▶ _Data for this task_:
-*-*-

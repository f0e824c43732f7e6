/** What the demo workshops hold: machines of makers that never were, their trees, and the runs that were done on them. */
import { parseProfile, parseTree } from '@/flows/document/parseTree';
import asFoundHarness from '@/flows/library/as-found-harness.json';
import coldChecks from '@/flows/library/cold-checks.json';
import diesTwice from '@/flows/library/dies-twice.json';
import discharge from '@/flows/library/discharge.json';
import earthInsulation from '@/flows/library/earth-insulation.json';
import firstPower from '@/flows/library/first-power.json';
import fullLoad from '@/flows/library/full-load.json';
import fuseSwitchMode from '@/flows/library/fuse-switch-mode.json';
import heatAndFan from '@/flows/library/heat-and-fan.json';
import lampBright from '@/flows/library/lamp-bright.json';
import lampFirst from '@/flows/library/lamp-first.json';
import lookOver from '@/flows/library/look-over.json';
import lostReturn from '@/flows/library/lost-return.json';
import makeDead from '@/flows/library/make-dead.json';
import proveSupplyNoTrip from '@/flows/library/prove-supply-no-trip.json';
import proveSupply from '@/flows/library/prove-supply.json';
import railLow from '@/flows/library/rail-low.json';
import rawOnRail from '@/flows/library/raw-on-rail.json';
import refitNoTrip from '@/flows/library/refit-no-trip.json';
import refit from '@/flows/library/refit.json';
import reformInPlace from '@/flows/library/reform-in-place.json';
import reformLifted from '@/flows/library/reform-lifted.json';
import regulatorBench from '@/flows/library/regulator-bench.json';
import returnsMeasured from '@/flows/library/returns-measured.json';
import ripple from '@/flows/library/ripple.json';
import ticking from '@/flows/library/ticking.json';
import tripFires from '@/flows/library/trip-fires.json';

import type { DemoContent } from '../DemoContent';
import { demoRuns } from './demoRuns';
import brindle from './profiles/brindle-80.json';
import corvane from './profiles/corvane-12.json';
import ostrel from './profiles/ostrel-16.json';
import wendle from './profiles/wendle-5.json';

const profile = (json: unknown) => wanted(parseProfile(json));
const tree = (json: unknown) => wanted(parseTree(json));

const first = { workshop: 'first', author: 'senior', checker: 'senior2' } as const;
const second = { workshop: 'second', author: 'other', checker: 'otherRestorer' } as const;

export const demoContent: DemoContent = {
  machines: [
    { key: 'corvane', workshop: 'first', name: 'Corvane 12', serial: 'C12-0417', profile: profile(corvane) },
    { key: 'corvane-b', workshop: 'first', name: 'Corvane 12', serial: 'C12-0588', profile: profile(corvane) },
    { key: 'ostrel', workshop: 'first', name: 'Ostrel 16', serial: '16/2093', profile: profile(ostrel) },
    { key: 'ostrel-b', workshop: 'first', name: 'Ostrel 16', serial: '16/2214', profile: profile(ostrel) },
    { key: 'wendle', workshop: 'first', name: 'Wendle 5', serial: 'W5 1120', profile: profile(wendle) },
    { key: 'wendle-b', workshop: 'first', name: 'Wendle 5', serial: 'W5 1131', profile: profile(wendle) },
    { key: 'brindle', workshop: 'first', name: 'Brindle 80', serial: 'B80-33', profile: profile(brindle) },
    { key: 'corvane', workshop: 'second', name: 'Corvane 12', serial: 'C12-0102', profile: profile(corvane) },
  ],
  trees: [
    { ...first, document: tree(makeDead), version: 1, state: 'issued', daysAgo: 190 },
    { ...first, document: { ...tree(firstPower), title: 'Dormant three-rail supply, first trial' }, version: 1, state: 'withdrawn', daysAgo: 150 },
    { ...first, document: tree(firstPower), version: 2, state: 'issued', daysAgo: 120 },
    { ...first, document: tree(lookOver), version: 1, state: 'issued', daysAgo: 110 },
    { ...first, document: tree(returnsMeasured), version: 1, state: 'issued', author: 'senior3', daysAgo: 95 },
    { ...first, document: tree(reformInPlace), version: 1, state: 'withdrawn', author: 'senior2', checker: 'senior', daysAgo: 170 },
    { ...first, document: tree(lampBright), version: 1, state: 'draft', author: 'senior3', checker: null, daysAgo: 6 },
    { ...first, document: tree(asFoundHarness), version: 1, state: 'issued', daysAgo: 88 },
    { ...first, document: tree(coldChecks), version: 1, state: 'issued', author: 'senior2', checker: 'senior', daysAgo: 84 },
    { ...first, document: tree(diesTwice), version: 1, state: 'issued', author: 'senior3', checker: 'senior', daysAgo: 80 },
    { ...first, document: tree(discharge), version: 1, state: 'issued', daysAgo: 77 },
    { ...first, document: tree(earthInsulation), version: 1, state: 'issued', author: 'senior2', checker: 'senior', daysAgo: 74 },
    { ...first, document: tree(fullLoad), version: 1, state: 'issued', author: 'senior3', checker: 'senior', daysAgo: 70 },
    { ...first, document: tree(fuseSwitchMode), version: 1, state: 'issued', daysAgo: 66 },
    { ...first, document: tree(heatAndFan), version: 1, state: 'issued', author: 'senior2', checker: 'senior', daysAgo: 63 },
    { ...first, document: tree(lampFirst), version: 1, state: 'issued', author: 'senior3', checker: 'senior', daysAgo: 60 },
    { ...first, document: tree(lostReturn), version: 1, state: 'issued', daysAgo: 57 },
    { ...first, document: tree(railLow), version: 1, state: 'issued', author: 'senior2', checker: 'senior', daysAgo: 54 },
    { ...first, document: tree(rawOnRail), version: 1, state: 'issued', author: 'senior3', checker: 'senior', daysAgo: 50 },
    { ...first, document: tree(refit), version: 1, state: 'issued', daysAgo: 46 },
    { ...first, document: tree(refitNoTrip), version: 1, state: 'issued', daysAgo: 46 },
    { ...first, document: tree(proveSupply), version: 1, state: 'issued', daysAgo: 46 },
    { ...first, document: tree(proveSupplyNoTrip), version: 1, state: 'issued', daysAgo: 46 },
    { ...first, document: tree(reformLifted), version: 1, state: 'issued', author: 'senior2', checker: 'senior', daysAgo: 42 },
    { ...first, document: tree(regulatorBench), version: 1, state: 'issued', author: 'senior3', checker: 'senior', daysAgo: 38 },
    { ...first, document: tree(ripple), version: 1, state: 'issued', daysAgo: 33 },
    { ...first, document: tree(ticking), version: 1, state: 'issued', author: 'senior2', checker: 'senior', daysAgo: 27 },
    { ...first, document: tree(tripFires), version: 1, state: 'issued', author: 'senior3', checker: 'senior', daysAgo: 20 },
    { ...second, document: tree(makeDead), version: 1, state: 'issued', daysAgo: 90 },
    { ...second, document: tree(firstPower), version: 1, state: 'issued', daysAgo: 80 },
  ],
  runs: demoRuns,
};

function wanted<T>(parsed: { ok: true; value: T } | { ok: false; faults: unknown }): T {
  if (!parsed.ok) throw new Error(`the demo's content has faults: ${JSON.stringify(parsed.faults)}`);
  return parsed.value;
}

-*-*-

▶ _Task_: Copy out every line of the data where the word "coldChecks" occurs.

▶ _Response for this exercise_:
import coldChecks from '@/flows/library/cold-checks.json';
    { ...first, document: tree(coldChecks), version: 1, state: 'issued', author: 'senior2', checker: 'senior', daysAgo: 84 },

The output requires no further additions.